Paul
Goble
Staunton, April 24 – “Officially,”
Vadim Shtepa writes, “the Kremlin does not profess any ‘state ideology,’ but in
fact, it brings together the Soviet and Nazi heritage,” with “nostalgia for the
USSR combined with a revanchist worldview, characteristic of the Third Reich in
the 1930s.”
In an article for Tallinn’s
International Centre for Defense and Security, the editor of the After Empire
portal says, “the current propaganda meme of ‘the wild 1990s’ is a direct
analogy to ‘the Weimar Republic, to which an irreplaceable ‘national leader’
came and ‘raised the country from its knees” (icds.ee/ru/blog/article/ehkstremizm-kak-gosudarstvennaja-ideologija-rossii/).
While claiming that it has no
ideology, the Putin regime has used its various anti-extremism laws to go after
anyone who does not hew to the Kremlin’s line or dares to criticize it, Shtepa
says. As a result, “no ‘rightists’ or ‘leftists as independent political forces
exist in today’s Russia.”
“For all who seek to get involved in
politics, there is only one single criteria,” he continues, “loyalty to the authorities.
If you have that, you can speak out as you please and no court will consider
what you say as a violation of the law.
But if you criticize the authorities,, it is easy to call you ‘an
extremist,’” punish you and push you out of public life.
According to Shtepa, “propaganda as
the main instrument of hybrid war is directed not only at ‘the foreign opponent;
its main victim is the population of the aggressor country” whose views the powers
that be have transformed from political positions to “a simulacrum of ‘the will
of the people’” which the authorities then carry out.
That technique, he continues, “has
been successfully applied throughout all the Putin years. First, there occurs a
massive propagandistic imposition of neo-imperial attitudes and then the
authorities justify their political steps by this ‘will of the people.’” That happened with Crimea and the Donbass,
and it continues with anti-Western attitudes.

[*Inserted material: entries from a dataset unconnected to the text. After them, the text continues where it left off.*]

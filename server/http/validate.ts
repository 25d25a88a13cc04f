import type { z } from 'zod';
import { badRequest } from '../errors';

/** Parses a request part with a zod schema; the first issue becomes a 400 naming its field. */
export function validate<S extends z.ZodType>(schema: S, value: unknown, where = 'body'): z.infer<S> {
  const parsed = schema.safeParse(value ?? {});
  if (parsed.success) return parsed.data;
  const issue = parsed.error.issues[0];
  const field = issue.path.length ? issue.path.join('.') : where;
  throw badRequest(`${field}: ${issue.message}`, field, 'invalid_field');
}
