/**
 * Alarm limits: what each condition needs, its defaults, checks that refuse limits that make no
 * sense (naming the field), and the merge of meter-run and transmitter settings over the
 * defaults. Shares are fractions of the transmitter's span (0.1 = 10 %); times in seconds.
 */
import { ALARM_PRIORITIES, type AlarmCondition, type AlarmPriority } from './alarm-codes';

export interface AlarmLimits {
  enabled: boolean;
  priority: AlarmPriority;
  /** The condition must hold this long before the alarm is raised (ISA-18.2 on-delay). */
  onDelayS: number;
  /** The condition must be gone this long before the alarm clears (off-delay). */
  offDelayS: number;
  /** dp-low-in-range: below this share of the active span; dp-over-range: above it. */
  thresholdShareOfSpan?: number;
  /** Hysteresis: the level must come back past the threshold by this share before it clears. */
  deadbandShareOfSpan?: number;
  /** stack-disagreement: |low − high| above this share of the low-range span. */
  toleranceShareOfSpan?: number;
  /** frozen: the window that must show no variation. */
  windowS?: number;
  /** frozen: readings needed in the window. */
  minSamples?: number;
  /** frozen: standard deviation at or below this share of span is "no variation". */
  maxStdDevShareOfSpan?: number;
  /** stale: no reading for longer than this. */
  maxAgeS?: number;
  /** calibration-due, care-due: this many days before the due date. */
  dueSoonDays?: number;
}

export type AlarmLimitField = keyof AlarmLimits;

const common = ['enabled', 'priority', 'onDelayS', 'offDelayS'] as const;

/** The fields each condition takes (besides these, a field is refused). */
export const ALARM_LIMIT_FIELDS: Readonly<Record<AlarmCondition, readonly AlarmLimitField[]>> = {
  'dp-low-in-range': [...common, 'thresholdShareOfSpan', 'deadbandShareOfSpan'],
  'dp-over-range': [...common, 'thresholdShareOfSpan', 'deadbandShareOfSpan'],
  'stack-disagreement': [...common, 'toleranceShareOfSpan', 'deadbandShareOfSpan'],
  frozen: [...common, 'windowS', 'minSamples', 'maxStdDevShareOfSpan'],
  stale: [...common, 'maxAgeS'],
  'bad-quality': [...common],
  'outside-standard-limits': [...common],
  'calibration-due': [...common, 'dueSoonDays'],
  'calibration-overdue': [...common],
  'reconciliation-out-of-tolerance': [...common],
  'balance-out-of-tolerance': [...common],
  'care-due': [...common, 'dueSoonDays'],
  'care-overdue': [...common],
  'reverse-flow': [...common],
};

/**
 * Defaults. Priorities follow TRADE.md §7 (most alarms low, few high): high only where volume
 * goes unmeasured (a saturated DP under-registers flow); DP low in range is medium (the issue).
 * Delays are common practice for process alarms: a few minutes on, a minute off [mem].
 */
export const DEFAULT_ALARM_LIMITS: Readonly<Record<AlarmCondition, AlarmLimits>> = {
  // 10 % of span: below it a 0.075 %-of-span device is worse than 0.75 % of reading (TRADE.md §6).
  // Deadband 2 % of span: clears at 12 %, wider than a transmitter's noise (0.1 % of span or less [mem]).
  'dp-low-in-range': {
    enabled: true,
    priority: 'medium',
    onDelayS: 300,
    offDelayS: 60,
    thresholdShareOfSpan: 0.1,
    deadbandShareOfSpan: 0.02,
  },
  // Above 100 % of span the output saturates (4–20 mA limit near 20.8 mA, NAMUR NE 43 [mem]).
  'dp-over-range': {
    enabled: true,
    priority: 'high',
    onDelayS: 60,
    offDelayS: 60,
    thresholdShareOfSpan: 1,
    deadbandShareOfSpan: 0.02,
  },
  // 2 % of the low span: about 25 × a 0.075 % device's stated accuracy, so only a real fault trips it.
  'stack-disagreement': {
    enabled: true,
    priority: 'medium',
    onDelayS: 300,
    offDelayS: 60,
    toleranceShareOfSpan: 0.02,
    deadbandShareOfSpan: 0.005,
  },
  // 30 minutes without any variation (σ ≤ 0.001 % of span, far below any live signal's noise).
  frozen: {
    enabled: true,
    priority: 'medium',
    onDelayS: 0,
    offDelayS: 0,
    windowS: 1800,
    minSamples: 5,
    maxStdDevShareOfSpan: 1e-5,
  },
  // 10 minutes without a reading: twice the default sample gap of a meter run (300 s).
  stale: { enabled: true, priority: 'medium', onDelayS: 0, offDelayS: 0, maxAgeS: 600 },
  'bad-quality': { enabled: true, priority: 'medium', onDelayS: 30, offDelayS: 60 },
  'outside-standard-limits': { enabled: true, priority: 'low', onDelayS: 0, offDelayS: 0 },
  'calibration-due': { enabled: true, priority: 'low', onDelayS: 0, offDelayS: 0, dueSoonDays: 14 },
  'calibration-overdue': { enabled: true, priority: 'medium', onDelayS: 0, offDelayS: 0 },
  'reconciliation-out-of-tolerance': { enabled: true, priority: 'medium', onDelayS: 0, offDelayS: 0 },
  'balance-out-of-tolerance': { enabled: true, priority: 'medium', onDelayS: 0, offDelayS: 0 },
  // The element's care records (issue 11 §4) are judged as a transmitter's calibration is: same window and priorities.
  'care-due': { enabled: true, priority: 'low', onDelayS: 0, offDelayS: 0, dueSoonDays: 14 },
  'care-overdue': { enabled: true, priority: 'medium', onDelayS: 0, offDelayS: 0 },
  // Reverse flow on a one-way meter run is not counted (issue 13 §11): medium, judged hour by hour.
  'reverse-flow': { enabled: true, priority: 'medium', onDelayS: 0, offDelayS: 0 },
};

/** A limit that makes no sense; `field` names it (the API answers 400 with it). */
export class AlarmLimitError extends Error {
  constructor(
    readonly field: string,
    message: string,
  ) {
    super(`checkAlarmLimits: ${field} ${message}`);
    this.name = 'AlarmLimitError';
  }
}

/**
 * Checks the limits of one condition (a complete set, i.e. after merging over the defaults).
 * @param condition the condition they are for
 * @param limits the merged limits
 * @returns the limits, unchanged
 * @throws AlarmLimitError naming the first field at fault
 */
export function checkAlarmLimits(condition: AlarmCondition, limits: AlarmLimits): AlarmLimits {
  const allowed = ALARM_LIMIT_FIELDS[condition];
  if (!allowed) throw new AlarmLimitError('condition', `is not an alarm condition (got ${condition})`);
  for (const key of Object.keys(limits)) {
    if (!allowed.includes(key as AlarmLimitField) && limits[key as AlarmLimitField] !== undefined) {
      throw new AlarmLimitError(key, `does not apply to ${condition} (it takes ${allowed.join(', ')})`);
    }
  }
  const number = (field: AlarmLimitField, test: (v: number) => boolean, rule: string) => {
    const v = limits[field];
    if (v === undefined) return;
    if (typeof v !== 'number' || !Number.isFinite(v) || !test(v))
      throw new AlarmLimitError(field, `${rule} (got ${String(v)})`);
  };
  if (typeof limits.enabled !== 'boolean') throw new AlarmLimitError('enabled', 'must be true or false');
  if (!ALARM_PRIORITIES.includes(limits.priority))
    throw new AlarmLimitError('priority', `must be one of ${ALARM_PRIORITIES.join(', ')}`);
  number('onDelayS', (v) => v >= 0, 'must be 0 or more seconds (a delay cannot be negative)');
  number('offDelayS', (v) => v >= 0, 'must be 0 or more seconds (a delay cannot be negative)');
  number('onDelayS', (v) => v <= 86_400, 'must be at most a day (86400 s)');
  number('offDelayS', (v) => v <= 86_400, 'must be at most a day (86400 s)');
  const threshold = limits.thresholdShareOfSpan;
  const deadband = limits.deadbandShareOfSpan ?? 0;
  number('deadbandShareOfSpan', (v) => v >= 0, 'must be 0 or more');
  number(
    'deadbandShareOfSpan',
    (v) => v < 1,
    'must be narrower than the transmitter’s range (below 1 = 100 % of span)',
  );
  if (condition === 'dp-low-in-range') {
    number('thresholdShareOfSpan', (v) => v > 0 && v <= 1, 'must be above 0 and at most 1 (100 % of span)');
    if (threshold !== undefined && threshold + deadband > 1) {
      throw new AlarmLimitError(
        'deadbandShareOfSpan',
        `is wider than the range: threshold + deadband = ${threshold + deadband} would clear above 100 % of span`,
      );
    }
  }
  if (condition === 'dp-over-range') {
    number('thresholdShareOfSpan', (v) => v > 0 && v <= 1.5, 'must be above 0 and at most 1.5 (150 % of span)');
    if (threshold !== undefined && deadband >= threshold) {
      throw new AlarmLimitError(
        'deadbandShareOfSpan',
        `is wider than the range: it must be below the threshold (${threshold})`,
      );
    }
  }
  if (condition === 'stack-disagreement') {
    number(
      'toleranceShareOfSpan',
      (v) => v > 0 && v <= 1,
      'must be above 0 and at most 1 (100 % of the low-range span)',
    );
    const tolerance = limits.toleranceShareOfSpan;
    if (tolerance !== undefined && deadband >= tolerance)
      throw new AlarmLimitError('deadbandShareOfSpan', `must be below the tolerance (${tolerance})`);
  }
  number('windowS', (v) => v >= 60 && v <= 7 * 86_400, 'must be between 60 s and 7 days');
  number('minSamples', (v) => Number.isInteger(v) && v >= 2, 'must be a whole number, 2 or more');
  number('maxStdDevShareOfSpan', (v) => v >= 0 && v < 1, 'must be 0 or more and below 1 (100 % of span)');
  number('maxAgeS', (v) => v > 0 && v <= 30 * 86_400, 'must be above 0 and at most 30 days');
  number(
    'dueSoonDays',
    (v) => Number.isInteger(v) && v >= 0 && v <= 366,
    'must be a whole number of days from 0 to 366',
  );
  return limits;
}

/**
 * The limits in force: defaults, then the meter run's settings, then the transmitter's.
 * @param condition the condition
 * @param meterRunSettings partial limits set for the meter run (or undefined)
 * @param transmitterSettings partial limits set for the transmitter (or undefined)
 * @returns complete limits
 */
export function effectiveAlarmLimits(
  condition: AlarmCondition,
  meterRunSettings?: Partial<AlarmLimits>,
  transmitterSettings?: Partial<AlarmLimits>,
): AlarmLimits {
  const out: AlarmLimits = { ...DEFAULT_ALARM_LIMITS[condition] };
  for (const layer of [meterRunSettings, transmitterSettings]) {
    if (!layer) continue;
    for (const [k, v] of Object.entries(layer)) if (v !== undefined) (out as unknown as Record<string, unknown>)[k] = v;
  }
  return out;
}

“From a superficial point of view,
this looks even democratic,” the Russian regionalist who now lives in exile in
Estonia says, as long as one ignores the fact that “all basic principles of
democracy have been destroyed in Russia. Free elections of mayors and governors
don’t exist, real competition of political forces has been eliminated,” and a
power vertical put up instead.
This system’s chief characteristics,
Shtepa continues, “are the ignoring of the interests of society, the rise of
all-possible prohibitions, and an inclination to use force methods to resolve
problems.”
“Paradoxically,”
he says, “the Russian authorities themselves
both within the country and in international affairs have established themselves
as the very image of ‘the extremist’ with which they as it were are struggling.”